Beginning with the first line of the data below, set down each line exactly through the line that contains "const res = await as.admin.get('/api/observatories');".

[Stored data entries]
————————
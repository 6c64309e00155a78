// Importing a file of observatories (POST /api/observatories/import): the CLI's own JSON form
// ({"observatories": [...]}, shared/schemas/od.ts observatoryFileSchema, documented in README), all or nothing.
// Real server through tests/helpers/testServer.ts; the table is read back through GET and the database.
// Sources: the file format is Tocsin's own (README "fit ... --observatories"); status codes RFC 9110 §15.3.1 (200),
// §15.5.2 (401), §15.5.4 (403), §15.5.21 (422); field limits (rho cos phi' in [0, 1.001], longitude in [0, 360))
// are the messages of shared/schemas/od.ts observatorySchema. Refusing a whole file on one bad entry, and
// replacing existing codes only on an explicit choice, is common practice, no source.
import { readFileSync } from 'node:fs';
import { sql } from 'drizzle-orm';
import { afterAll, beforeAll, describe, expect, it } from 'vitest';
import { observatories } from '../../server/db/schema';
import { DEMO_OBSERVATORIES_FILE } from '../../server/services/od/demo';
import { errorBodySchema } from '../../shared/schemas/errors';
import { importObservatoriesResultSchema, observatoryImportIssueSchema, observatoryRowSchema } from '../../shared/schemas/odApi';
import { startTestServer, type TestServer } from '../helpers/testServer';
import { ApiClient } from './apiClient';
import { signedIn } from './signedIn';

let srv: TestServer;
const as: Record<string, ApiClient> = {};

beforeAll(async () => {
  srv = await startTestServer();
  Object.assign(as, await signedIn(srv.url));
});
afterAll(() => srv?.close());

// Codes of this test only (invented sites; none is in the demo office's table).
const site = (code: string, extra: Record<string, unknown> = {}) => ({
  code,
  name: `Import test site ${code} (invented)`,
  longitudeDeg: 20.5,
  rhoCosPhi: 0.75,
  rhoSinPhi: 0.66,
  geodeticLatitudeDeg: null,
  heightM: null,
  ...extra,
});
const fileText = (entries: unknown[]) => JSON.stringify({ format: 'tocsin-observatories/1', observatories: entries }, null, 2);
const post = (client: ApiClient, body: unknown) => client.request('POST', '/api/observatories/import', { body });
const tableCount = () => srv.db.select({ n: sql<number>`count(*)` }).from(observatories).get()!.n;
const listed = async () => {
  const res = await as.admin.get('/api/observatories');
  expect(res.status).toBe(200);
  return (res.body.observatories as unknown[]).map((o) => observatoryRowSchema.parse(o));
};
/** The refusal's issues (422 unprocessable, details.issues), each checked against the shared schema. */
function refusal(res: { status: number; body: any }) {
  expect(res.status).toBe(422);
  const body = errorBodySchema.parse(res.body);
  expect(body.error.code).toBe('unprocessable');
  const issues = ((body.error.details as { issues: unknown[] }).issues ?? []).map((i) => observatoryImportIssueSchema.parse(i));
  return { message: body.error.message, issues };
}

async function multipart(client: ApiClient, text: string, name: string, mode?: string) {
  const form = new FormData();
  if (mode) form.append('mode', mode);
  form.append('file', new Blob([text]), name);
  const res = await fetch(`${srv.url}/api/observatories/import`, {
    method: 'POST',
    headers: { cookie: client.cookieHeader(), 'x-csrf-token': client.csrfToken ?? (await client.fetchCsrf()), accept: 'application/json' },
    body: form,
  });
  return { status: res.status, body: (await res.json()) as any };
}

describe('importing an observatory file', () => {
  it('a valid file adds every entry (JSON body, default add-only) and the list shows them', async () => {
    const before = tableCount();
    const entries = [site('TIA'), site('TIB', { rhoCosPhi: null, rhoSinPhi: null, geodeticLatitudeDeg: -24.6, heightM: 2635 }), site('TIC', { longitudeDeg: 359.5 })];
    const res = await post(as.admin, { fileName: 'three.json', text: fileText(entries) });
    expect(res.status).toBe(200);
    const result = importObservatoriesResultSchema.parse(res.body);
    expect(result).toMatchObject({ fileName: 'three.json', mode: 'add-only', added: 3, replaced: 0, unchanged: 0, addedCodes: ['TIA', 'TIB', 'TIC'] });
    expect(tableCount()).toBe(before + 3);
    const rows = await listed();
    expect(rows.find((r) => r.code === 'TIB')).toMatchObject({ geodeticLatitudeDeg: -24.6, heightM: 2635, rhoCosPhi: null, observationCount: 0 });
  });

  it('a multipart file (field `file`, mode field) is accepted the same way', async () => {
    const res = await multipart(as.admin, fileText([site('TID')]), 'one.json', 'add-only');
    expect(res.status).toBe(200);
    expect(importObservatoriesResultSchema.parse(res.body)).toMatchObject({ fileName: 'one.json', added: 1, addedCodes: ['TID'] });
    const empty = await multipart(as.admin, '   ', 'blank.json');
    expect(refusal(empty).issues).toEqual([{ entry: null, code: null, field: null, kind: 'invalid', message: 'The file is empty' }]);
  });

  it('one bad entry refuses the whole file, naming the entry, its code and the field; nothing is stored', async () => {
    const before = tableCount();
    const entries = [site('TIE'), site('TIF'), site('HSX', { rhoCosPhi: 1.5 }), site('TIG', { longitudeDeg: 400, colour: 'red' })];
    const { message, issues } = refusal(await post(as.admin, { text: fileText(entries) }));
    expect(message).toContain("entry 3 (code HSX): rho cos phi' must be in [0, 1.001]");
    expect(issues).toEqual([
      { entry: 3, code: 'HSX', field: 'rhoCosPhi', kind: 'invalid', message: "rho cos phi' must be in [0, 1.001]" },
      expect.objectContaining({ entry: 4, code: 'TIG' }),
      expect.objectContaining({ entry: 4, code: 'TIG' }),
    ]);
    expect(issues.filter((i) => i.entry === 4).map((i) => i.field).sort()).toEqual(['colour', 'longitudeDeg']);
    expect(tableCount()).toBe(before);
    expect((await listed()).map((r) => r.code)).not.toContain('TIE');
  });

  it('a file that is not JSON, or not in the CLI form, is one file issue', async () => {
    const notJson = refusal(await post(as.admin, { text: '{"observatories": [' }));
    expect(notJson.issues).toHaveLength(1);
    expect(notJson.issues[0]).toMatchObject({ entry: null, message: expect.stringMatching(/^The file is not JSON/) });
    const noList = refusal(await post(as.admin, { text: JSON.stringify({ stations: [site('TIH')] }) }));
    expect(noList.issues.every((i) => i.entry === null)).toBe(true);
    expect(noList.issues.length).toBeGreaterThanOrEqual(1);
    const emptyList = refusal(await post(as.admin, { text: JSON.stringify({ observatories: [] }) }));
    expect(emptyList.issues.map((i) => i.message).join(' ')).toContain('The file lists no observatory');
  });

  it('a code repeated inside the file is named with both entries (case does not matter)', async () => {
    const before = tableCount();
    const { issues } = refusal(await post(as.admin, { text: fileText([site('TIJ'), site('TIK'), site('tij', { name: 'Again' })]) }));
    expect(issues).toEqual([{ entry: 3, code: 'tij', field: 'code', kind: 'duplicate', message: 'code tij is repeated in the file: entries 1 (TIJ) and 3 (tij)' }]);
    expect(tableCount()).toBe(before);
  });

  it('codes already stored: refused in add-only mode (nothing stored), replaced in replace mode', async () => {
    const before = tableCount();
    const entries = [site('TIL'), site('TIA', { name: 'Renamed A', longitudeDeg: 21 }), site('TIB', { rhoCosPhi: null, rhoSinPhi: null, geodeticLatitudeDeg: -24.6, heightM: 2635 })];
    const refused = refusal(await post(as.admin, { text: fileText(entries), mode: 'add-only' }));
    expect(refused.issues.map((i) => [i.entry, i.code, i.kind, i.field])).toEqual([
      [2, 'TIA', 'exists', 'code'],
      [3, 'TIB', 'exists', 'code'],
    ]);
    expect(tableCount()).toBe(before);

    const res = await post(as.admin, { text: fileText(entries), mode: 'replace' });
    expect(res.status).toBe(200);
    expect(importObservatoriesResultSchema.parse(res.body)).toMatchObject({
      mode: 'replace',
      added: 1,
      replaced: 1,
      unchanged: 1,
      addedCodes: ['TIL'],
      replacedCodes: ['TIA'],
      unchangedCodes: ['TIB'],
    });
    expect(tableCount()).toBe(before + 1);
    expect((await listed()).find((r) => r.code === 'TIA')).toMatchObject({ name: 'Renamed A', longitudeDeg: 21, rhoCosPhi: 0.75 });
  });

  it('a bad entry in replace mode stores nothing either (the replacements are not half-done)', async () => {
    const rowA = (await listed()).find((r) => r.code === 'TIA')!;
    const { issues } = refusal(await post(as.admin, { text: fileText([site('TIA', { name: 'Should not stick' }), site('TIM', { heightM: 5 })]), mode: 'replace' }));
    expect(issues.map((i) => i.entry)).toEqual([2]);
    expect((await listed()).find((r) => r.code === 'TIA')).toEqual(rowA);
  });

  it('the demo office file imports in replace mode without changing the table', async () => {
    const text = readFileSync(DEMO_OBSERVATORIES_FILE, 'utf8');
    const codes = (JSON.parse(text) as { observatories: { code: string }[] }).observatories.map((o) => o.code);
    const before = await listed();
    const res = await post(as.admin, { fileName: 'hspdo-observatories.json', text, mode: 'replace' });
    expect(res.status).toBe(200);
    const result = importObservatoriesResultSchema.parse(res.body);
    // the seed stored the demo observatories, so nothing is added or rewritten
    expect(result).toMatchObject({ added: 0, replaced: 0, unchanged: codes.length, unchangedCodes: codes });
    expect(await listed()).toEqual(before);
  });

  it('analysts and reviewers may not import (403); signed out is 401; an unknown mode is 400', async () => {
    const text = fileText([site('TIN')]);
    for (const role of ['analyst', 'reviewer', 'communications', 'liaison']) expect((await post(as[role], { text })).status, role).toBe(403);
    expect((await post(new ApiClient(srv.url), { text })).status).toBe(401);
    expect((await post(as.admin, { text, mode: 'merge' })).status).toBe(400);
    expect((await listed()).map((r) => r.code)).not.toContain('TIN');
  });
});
————————
> Solution to the problem:
repository 6c64309e00155a78
// Importing a file of observatories (POST /api/observatories/import): the CLI's own JSON form
// ({"observatories": [...]}, shared/schemas/od.ts observatoryFileSchema, documented in README), all or nothing.
// Real server through tests/helpers/testServer.ts; the table is read back through GET and the database.
// Sources: the file format is Tocsin's own (README "fit ... --observatories"); status codes RFC 9110 §15.3.1 (200),
// §15.5.2 (401), §15.5.4 (403), §15.5.21 (422); field limits (rho cos phi' in [0, 1.001], longitude in [0, 360))
// are the messages of shared/schemas/od.ts observatorySchema. Refusing a whole file on one bad entry, and
// replacing existing codes only on an explicit choice, is common practice, no source.
import { readFileSync } from 'node:fs';
import { sql } from 'drizzle-orm';
import { afterAll, beforeAll, describe, expect, it } from 'vitest';
import { observatories } from '../../server/db/schema';
import { DEMO_OBSERVATORIES_FILE } from '../../server/services/od/demo';
import { errorBodySchema } from '../../shared/schemas/errors';
import { importObservatoriesResultSchema, observatoryImportIssueSchema, observatoryRowSchema } from '../../shared/schemas/odApi';
import { startTestServer, type TestServer } from '../helpers/testServer';
import { ApiClient } from './apiClient';
import { signedIn } from './signedIn';

let srv: TestServer;
const as: Record<string, ApiClient> = {};

beforeAll(async () => {
  srv = await startTestServer();
  Object.assign(as, await signedIn(srv.url));
});
afterAll(() => srv?.close());

// Codes of this test only (invented sites; none is in the demo office's table).
const site = (code: string, extra: Record<string, unknown> = {}) => ({
  code,
  name: `Import test site ${code} (invented)`,
  longitudeDeg: 20.5,
  rhoCosPhi: 0.75,
  rhoSinPhi: 0.66,
  geodeticLatitudeDeg: null,
  heightM: null,
  ...extra,
});
const fileText = (entries: unknown[]) => JSON.stringify({ format: 'tocsin-observatories/1', observatories: entries }, null, 2);
const post = (client: ApiClient, body: unknown) => client.request('POST', '/api/observatories/import', { body });
const tableCount = () => srv.db.select({ n: sql<number>`count(*)` }).from(observatories).get()!.n;
const listed = async () => {
  const res = await as.admin.get('/api/observatories');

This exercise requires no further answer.